◆ What is needed
Within the data that follows, set down exactly the lines from the one containing "if hy.sg != nil" through the one containing "for i, r := range lTop", both ends included.
─── Record extracts ───
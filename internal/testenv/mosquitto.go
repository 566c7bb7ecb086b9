package testenv

import (
	"fmt"
	"net"
	"os"
	"os/user"
	"path/filepath"
	"strconv"
	"syscall"
	"testing"
	"time"
)

// Mosquitto is a private Mosquitto broker owned by one test. Its port and
// persistence folder stay the same across Stop, Start and Restart, so
// persistent sessions and queued QoS 1 messages survive a restart.
type Mosquitto struct {
	t    testing.TB
	port int
	dir  string
	proc *process
}

// StartMosquitto starts a private broker on a free loopback port and
// waits until it accepts connections. The broker is stopped when the test
// ends.
func StartMosquitto(t testing.TB) *Mosquitto {
	t.Helper()
	bin := binary(t, EnvMosquitto, "/usr/sbin/mosquitto", "/usr/local/sbin/mosquitto", "/usr/bin/mosquitto")
	dir := t.TempDir()
	m := &Mosquitto{t: t, port: FreePort(t), dir: dir}
	conf := filepath.Join(dir, "mosquitto.conf")
	if err := os.WriteFile(conf, []byte(MosquittoConfig(m.port, dir)), 0o644); err != nil {
		t.Fatalf("testenv: mosquitto config: %v", err)
	}
	m.proc = &process{
		name:    "mosquitto",
		bin:     bin,
		args:    []string{"-c", conf},
		logPath: filepath.Join(dir, "mosquitto.out"),
		ready:   func() error { return dialOnce(m.Addr()) },
	}
	m.proc.register(t)
	m.Start()
	return m
}

// MosquittoConfig returns the broker configuration used for tests:
// persistence in dir, no queue limit (max_queued_messages 0, whose
// default of 1000 drops silently), 1000 QoS 1 messages in flight per
// client instead of 20, anonymous access on 127.0.0.1:port only.
func MosquittoConfig(port int, dir string) string {
	u := "root"
	if cur, err := user.Current(); err == nil {
		u = cur.Username
	}
	return fmt.Sprintf(`user %s
persistence true
persistence_location %s/
autosave_interval 1
max_queued_messages 0
max_inflight_messages 1000
listener %d 127.0.0.1
allow_anonymous true
log_dest file %s
log_type error
log_type warning
`, u, filepath.Clean(dir), port, filepath.Join(dir, "mosquitto.log"))
}

// URL returns tcp://127.0.0.1:PORT.
func (m *Mosquitto) URL() string { return "tcp://" + m.Addr() }

// Addr returns 127.0.0.1:PORT.
func (m *Mosquitto) Addr() string { return net.JoinHostPort("127.0.0.1", strconv.Itoa(m.port)) }

// Dir returns the broker's folder (configuration, persistence, log).
func (m *Mosquitto) Dir() string { return m.dir }

// Start starts the stopped broker on the same port and waits until it
// accepts connections.
func (m *Mosquitto) Start() {
	m.t.Helper()
	if err := m.proc.start(); err != nil {
		m.t.Fatalf("testenv: %v", err)
	}
}

// Stop stops the broker gracefully (SIGTERM); Mosquitto saves its
// persistence file on the way out. Stopping a stopped broker does nothing.
func (m *Mosquitto) Stop() { m.proc.stop(syscall.SIGTERM) }

// Kill stops the broker with SIGKILL, like a crash: only what the last
// autosave (every second) wrote survives.
func (m *Mosquitto) Kill() { m.proc.stop(syscall.SIGKILL) }

// Restart stops the broker gracefully and starts it again on the same
// port with the same persistence folder.
func (m *Mosquitto) Restart() {
	m.t.Helper()
	m.Stop()
	m.Start()
}

// Running reports whether the broker process is up.
func (m *Mosquitto) Running() bool { return m.proc.running() }

func dialOnce(addr string) error {
	c, err := net.DialTimeout("tcp", addr, time.Second)
	if err != nil {
		return err
	}
	return c.Close()
}
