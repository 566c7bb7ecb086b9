package testenv

import "syscall"

// sysProcAttr kills the server when the test binary dies, so a crashed or
// killed test leaves no server behind.
func sysProcAttr() *syscall.SysProcAttr {
	return &syscall.SysProcAttr{Pdeathsig: syscall.SIGKILL}
}
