package testenv

import (
	"context"
	"fmt"
	"net/http"
	"os"
	"path/filepath"
	"strconv"
	"syscall"
	"testing"
	"time"
)

// InfluxOptions adjust a private InfluxDB server.
type InfluxOptions struct {
	// MaxBodySize is the largest write request body in bytes the server
	// accepts before answering 413; 0 keeps the server default (25 MB).
	MaxBodySize int
	// DB is the database created at start; empty means "plumbline_test".
	DB string
	// NoFlux turns Flux off. InfluxDB 1.8 spends several CPU seconds
	// compiling the Flux library at every start; a test that only writes
	// and uses InfluxQL starts much faster without it.
	NoFlux bool
}

// InfluxProcess is a private InfluxDB 1.8 server owned by one test. Its
// port and data folder stay the same across Stop, Start and Restart.
type InfluxProcess struct {
	t        testing.TB
	httpPort int
	dir      string
	db       string
	proc     *process
}

// StartInflux starts a private InfluxDB 1.8 server with default options.
func StartInflux(t testing.TB) *InfluxProcess {
	t.Helper()
	return StartInfluxWith(t, InfluxOptions{})
}

// StartInfluxWith starts a private InfluxDB 1.8 server on free loopback
// ports (HTTP and RPC), waits until /ping answers and creates the
// database. The server is stopped when the test ends.
func StartInfluxWith(t testing.TB, opt InfluxOptions) *InfluxProcess {
	t.Helper()
	bin := binary(t, EnvInfluxd, ".testenv/bin/influxd")
	if opt.DB == "" {
		opt.DB = "plumbline_test"
	}
	dir := t.TempDir()
	p := &InfluxProcess{t: t, httpPort: FreePort(t), dir: dir, db: opt.DB}
	rpc := FreePort(t)
	for rpc == p.httpPort {
		rpc = FreePort(t)
	}
	conf := filepath.Join(dir, "influxdb.conf")
	if err := os.WriteFile(conf, []byte(InfluxConfig(p.httpPort, rpc, dir, opt.MaxBodySize, !opt.NoFlux)), 0o644); err != nil {
		t.Fatalf("testenv: influxdb config: %v", err)
	}
	p.proc = &process{
		name:    "influxd",
		bin:     bin,
		args:    []string{"run", "-config", conf},
		logPath: filepath.Join(dir, "influxd.log"),
		ready:   func() error { return ping(p.URL()) },
	}
	p.proc.register(t)
	p.Start()
	ctx, cancel := context.WithTimeout(context.Background(), 30*time.Second)
	defer cancel()
	if err := CreateDatabase(ctx, p.URL(), "", p.db); err != nil {
		t.Fatalf("testenv: %v", err)
	}
	return p
}

// InfluxConfig returns the server configuration used for tests: reporting
// off, HTTP on 127.0.0.1:httpPort with Flux on and authentication off,
// the RPC (backup) listener on 127.0.0.1:rpcPort instead of the default
// 8088, the internal monitor store off, data under dir and quiet logs.
// maxBody 0 keeps the default request body limit; flux false turns Flux
// off.
func InfluxConfig(httpPort, rpcPort int, dir string, maxBody int, flux bool) string {
	body := ""
	if maxBody > 0 {
		body = "  max-body-size = " + strconv.Itoa(maxBody) + "\n"
	}
	return fmt.Sprintf(`reporting-disabled = true
bind-address = "127.0.0.1:%d"
[meta]
  dir = %q
  logging-enabled = false
[data]
  dir = %q
  wal-dir = %q
  query-log-enabled = false
  trace-logging-enabled = false
[monitor]
  store-enabled = false
[http]
  enabled = true
  bind-address = "127.0.0.1:%d"
  auth-enabled = false
  log-enabled = false
  suppress-write-log = true
  flux-enabled = %t
  flux-log-enabled = false
  pprof-enabled = false
%s[logging]
  level = "warn"
  suppress-logo = true
[continuous_queries]
  enabled = false
`, rpcPort, filepath.Join(dir, "meta"), filepath.Join(dir, "data"), filepath.Join(dir, "wal"), httpPort, flux, body)
}

// URL returns http://127.0.0.1:PORT.
func (p *InfluxProcess) URL() string { return "http://127.0.0.1:" + strconv.Itoa(p.httpPort) }

// Server describes the private server and its database like Influx does
// for the shared one.
func (p *InfluxProcess) Server() InfluxServer {
	return InfluxServer{URL: p.URL(), Org: "-", DB: p.db, Bucket: p.db + "/autogen"}
}

// Dir returns the server's folder (configuration, data, WAL, log).
func (p *InfluxProcess) Dir() string { return p.dir }

// Start starts the stopped server on the same port and data folder and
// waits until /ping answers.
func (p *InfluxProcess) Start() {
	p.t.Helper()
	if err := p.proc.start(); err != nil {
		p.t.Fatalf("testenv: %v", err)
	}
}

// Stop stops the server gracefully (SIGTERM). Stopping a stopped server
// does nothing.
func (p *InfluxProcess) Stop() { p.proc.stop(syscall.SIGTERM) }

// Kill stops the server with SIGKILL, like a crash; InfluxDB recovers
// acknowledged writes from its WAL on the next start.
func (p *InfluxProcess) Kill() { p.proc.stop(syscall.SIGKILL) }

// Restart stops the server gracefully and starts it again.
func (p *InfluxProcess) Restart() {
	p.t.Helper()
	p.Stop()
	p.Start()
}

// Running reports whether the server process is up.
func (p *InfluxProcess) Running() bool { return p.proc.running() }

func ping(base string) error {
	c := http.Client{Timeout: 2 * time.Second}
	resp, err := c.Get(base + "/ping")
	if err != nil {
		return err
	}
	resp.Body.Close()
	if resp.StatusCode != http.StatusNoContent {
		return fmt.Errorf("ping: %s", resp.Status)
	}
	return nil
}
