// residualHypothesis explains one logger's residual change when the zone
// balance has not moved enough to raise a leak by itself: a constriction
// somewhere (pressure down beyond it, balance unchanged), a leak too small
// for the balance, or the logger itself.
func (d *Detector) residualHypothesis(si int, onset, now time.Time) bool {
	zi := d.sens[si].zone
	zs := &d.st.Zones[zi]
	ss := &d.st.Sensors[si]
	if now.Before(zs.ResidQuiet) {
		ss.Up.Reset()
		ss.Down.Reset()
		return false
	}
	dir := 1.0
	if ss.Down.S > ss.Down.H {
		dir = -1
	}
	onset = changePoint(&ss.Ring, onset.Add(-12*time.Hour), dir, onset)
	ev := d.gather(zi, onset)
	me := -1
	for k, s := range ev.sensors {
		if s == si {
			me = k
		}
	}
	if me < 0 {
		return false
	}
	zone := d.zones[zi].z.ID
	faultSSE := ev.wI * ev.dI * ev.dI
	for k := range ev.sensors {
		if k != me {
			faultSSE += ev.w[k] * ev.dr[k] * ev.dr[k]
		}
	}
	hy := d.physicalHypotheses(ev)
	bTop, bScores, lTop, lScores := hy.blocks, hy.blockScores, hy.leaks, hy.leakScores
	bestB, bestL := hy.bestBlockage, hy.bestLeak
	desc := describeResiduals(d, ev, 3)
	if d.cfg.Trace != nil {
		d.tracef("%s residual alarm on %s (onset %s): moved %+.3f m (accuracy %.3f); sensor-fault misfit %.1f; blockage %s; leak %s; meter error %+.2f L/s misfit %.1f; balance %+.2f L/s (%.1fσ); %d loggers",
			now.UTC().Format(time.RFC3339), d.sens[si].s.ID, onset.UTC().Format(time.RFC3339), ev.dr[me], d.sens[si].accuracy, faultSSE,
			d.traceBest(bTop, bestB, true), d.traceBest(lTop, bestL, false), hy.meterSize, hy.meter, ev.dI, balanceZ(ev), len(ev.sensors))
	}
	switch {
	case hy.meter+2 < math.Min(faultSSE, math.Min(bestB, bestL)):
		// Every logger moved as the zone meter's error would move them, and
		// by more than the 2 units of SSE one parameter may buy (Akaike
		// 1974) better than any other explanation.
		side := "over"
		if hy.meterSize < 0 {
			side = "under"
		}
		d.meterFault(zi, ev, hy.meterSize, onset, now, fmt.Sprintf("pressures moved together since %s in the pattern of the zone's flow metering %s-reading by about %.2f L/s (zone imbalance %+.2f L/s)",
			onset.UTC().Format("2006-01-02 15:04"), side, math.Abs(hy.meterSize), ev.dI))
		return true
	case faultSSE <= bestB && faultSSE <= bestL && math.Abs(ev.dr[me]) < d.sens[si].accuracy:
		// A logger that moved by less than its own stated accuracy is not
		// faulty enough for a visit, and nothing else explains it better:
		// no finding, its baseline takes the change in.
		ss.Up.Reset()
		ss.Down.Reset()
		ss.Base.Relearn = 24
		return false
	case faultSSE <= bestB && faultSSE <= bestL && faultSSE > 4*float64(len(ev.sensors)):
		// The other loggers moved too, but no physical change explains the
		// picture: no finding; the zone's baselines take it in.
		for _, s := range d.zones[zi].evidence {
			o := &d.st.Sensors[s]
			o.Up.Reset()
			o.Down.Reset()
			o.Base.Relearn = 24
		}
		return false
	case faultSSE <= bestB && faultSSE <= bestL:
		d.faultFinding(si, onset, now, fmt.Sprintf("residual moved %+.2f m since %s while the other loggers in zone %s stayed within their noise (%s) and the zone balance did not change",
			ev.dr[me], onset.UTC().Format("2006-01-02 15:04"), zone, desc))
		ss.Up.Reset()
		ss.Down.Reset()
		return true
	case bestB <= bestL:
		l := bTop[0]
		f := finding.Finding{Kind: finding.Blockage, Zone: zone, Onset: onset, Raised: now,
			OpenFrac: round2(l.size)}
		for i, r := range bTop {
			f.Candidates = append(f.Candidates, finding.Candidate{ID: d.net.Links[r.idx].ID, Score: round2(bScores[i])})
		}
		f.Evidence = fmt.Sprintf("pressures changed (%s) since %s while zone inflow moved only %+.2f L/s; the pattern matches extra head loss on %s (about %.0f%% open)",
			desc, onset.UTC().Format("2006-01-02 15:04"), ev.dI, f.Candidates[0].ID, 100*f.OpenFrac)
		d.accept(zi, ev, 0, now, f)
		return true
	default:
		l := lTop[0]
		size := l.size // fitted to the pressures and the balance together
		if hy.sg != nil {
			// Whether two leaks share the water, or an open one has grown,
			// is weighed on all the water the balance says is gone.
			total := size
			if ev.dI > 0 {
				total = ev.dI
			}
			why := fmt.Sprintf("zone imbalance %+.2f L/s", ev.dI)
			fits := d.leakFits(zi, ev, hy.sg, total)
			if d.grownLeak(zi, fits, total, now, why) || d.raisePair(zi, ev, hy.sg, fits, total, l.sse, onset, now, why) {
				return true
			}
		}
		f := finding.Finding{Kind: finding.Leak, Zone: zone, Onset: onset, Raised: now, SizeLPS: round2(size)}
		for i, r := range lTop {
			f.Candidates = append(f.Candidates, finding.Candidate{ID: d.net.Nodes[r.idx].ID, Score: round2(lScores[i])})
		}
		f.Evidence = fmt.Sprintf("pressures fell (%s) since %s in the pattern of a leak of about %.2f L/s at %s; zone imbalance %+.2f L/s",
			desc, onset.UTC().Format("2006-01-02 15:04"), l.size, f.Candidates[0].ID, ev.dI)
		d.accept(zi, ev, l.size, now, f)
		return true
	}
}
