// signal sends sig and waits up to 15 s for the process to end. It
// reports whether it ended, and its exit error (nil on exit code 0).
func (c *child) signal(sig syscall.Signal) (bool, error) {
	select {
	case err := <-c.done:
		c.done <- err
		return true, err
	default:
	}
	_ = c.cmd.Process.Signal(sig)
	select {
	case err := <-c.done:
		c.done <- err
		return true, err
	case <-time.After(15 * time.Second):
		_ = c.cmd.Process.Kill()
		return false, nil
	}
}

func (c *child) tail() string {
	b, _ := os.ReadFile(c.log)
	if len(b) > 4000 {
		b = b[len(b)-4000:]
	}
	return string(b)
}

// logHas reports whether the child logged a line with the message msg.
func (c *child) logHas(msg string) bool {
	f, err := os.Open(c.log)
	if err != nil {
		return false
	}
	defer f.Close()
	sc := bufio.NewScanner(f)
	sc.Buffer(make([]byte, 1<<20), 1<<20)
	for sc.Scan() {
		var line struct {
			Message string `json:"message"`
		}
		if json.Unmarshal(sc.Bytes(), &line) == nil && line.Message == msg {
			return true
		}
	}
	return false
}

// operator calls the service's HTTP surface as an operator would.
type operator struct {
	base, token string
}

// alerts lists every stored alert through the alerts API.
func (o operator) alerts(t *testing.T) []alerts.Alert {
	t.Helper()
	req, _ := http.NewRequest(http.MethodGet, o.base+"/api/alerts/?all=1", nil)
	req.Header.Set("Authorization", "Bearer "+o.token)
	resp, err := http.DefaultClient.Do(req)
	if err != nil {
		t.Fatalf("alerts API: %v", err)
	}
	defer resp.Body.Close()
	if resp.StatusCode != http.StatusOK {
		b, _ := io.ReadAll(resp.Body)
		t.Fatalf("alerts API: %s: %s", resp.Status, b)
	}
	var body struct {
		Alerts []alerts.Alert `json:"alerts"`
	}
	if err := json.NewDecoder(resp.Body).Decode(&body); err != nil {
		t.Fatalf("alerts API: %v", err)
	}
	return body.Alerts
}

func (o operator) metrics(t *testing.T) string {
	t.Helper()
	resp, err := http.Get(o.base + "/metrics")
	if err != nil {
		t.Fatalf("metrics: %v", err)
	}
	defer resp.Body.Close()
	b, _ := io.ReadAll(resp.Body)
	return string(b)
}

// newLeakAlerts returns the leak alerts whose id is not in before.
func newLeakAlerts(all []alerts.Alert, before map[string]bool) []alerts.Alert {
	var out []alerts.Alert
	for _, a := range all {
		if a.Kind == finding.Leak && !before[a.ID] {
			out = append(out, a)
		}
	}
	return out
}

// raisedNotices returns the distinct notification numbers of "raised"
// notices the receiver got for alert id, and how many requests carried
// them (a delivery repeated after a crash carries the same number).
func raisedNotices(t *testing.T, recv *webhookReceiver, id string) (map[uint64]bool, int) {
	t.Helper()
	bodies, _ := recv.got()
	distinct, n := map[uint64]bool{}, 0
	for _, b := range bodies {
		var p alerts.Payload
		if err := json.Unmarshal([]byte(b), &p); err != nil {
			t.Fatalf("webhook body: %v\n%s", err, b)
		}
		if p.Notice == alerts.NoticeRaised && p.Alert != nil && p.Alert.ID == id {
			distinct[p.Notification] = true
			n++
		}
	}
	return distinct, n
}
───
◆ Expected output
		if hy.sg != nil {
			// Whether two leaks share the water, or an open one has grown,
			// is weighed on all the water the balance says is gone.
			total := size
			if ev.dI > 0 {
				total = ev.dI
			}
			why := fmt.Sprintf("zone imbalance %+.2f L/s", ev.dI)
			fits := d.leakFits(zi, ev, hy.sg, total)
			if d.grownLeak(zi, fits, total, now, why) || d.raisePair(zi, ev, hy.sg, fits, total, l.sse, onset, now, why) {
				return true
			}
		}
		f := finding.Finding{Kind: finding.Leak, Zone: zone, Onset: onset, Raised: now, SizeLPS: round2(size)}
		for i, r := range lTop {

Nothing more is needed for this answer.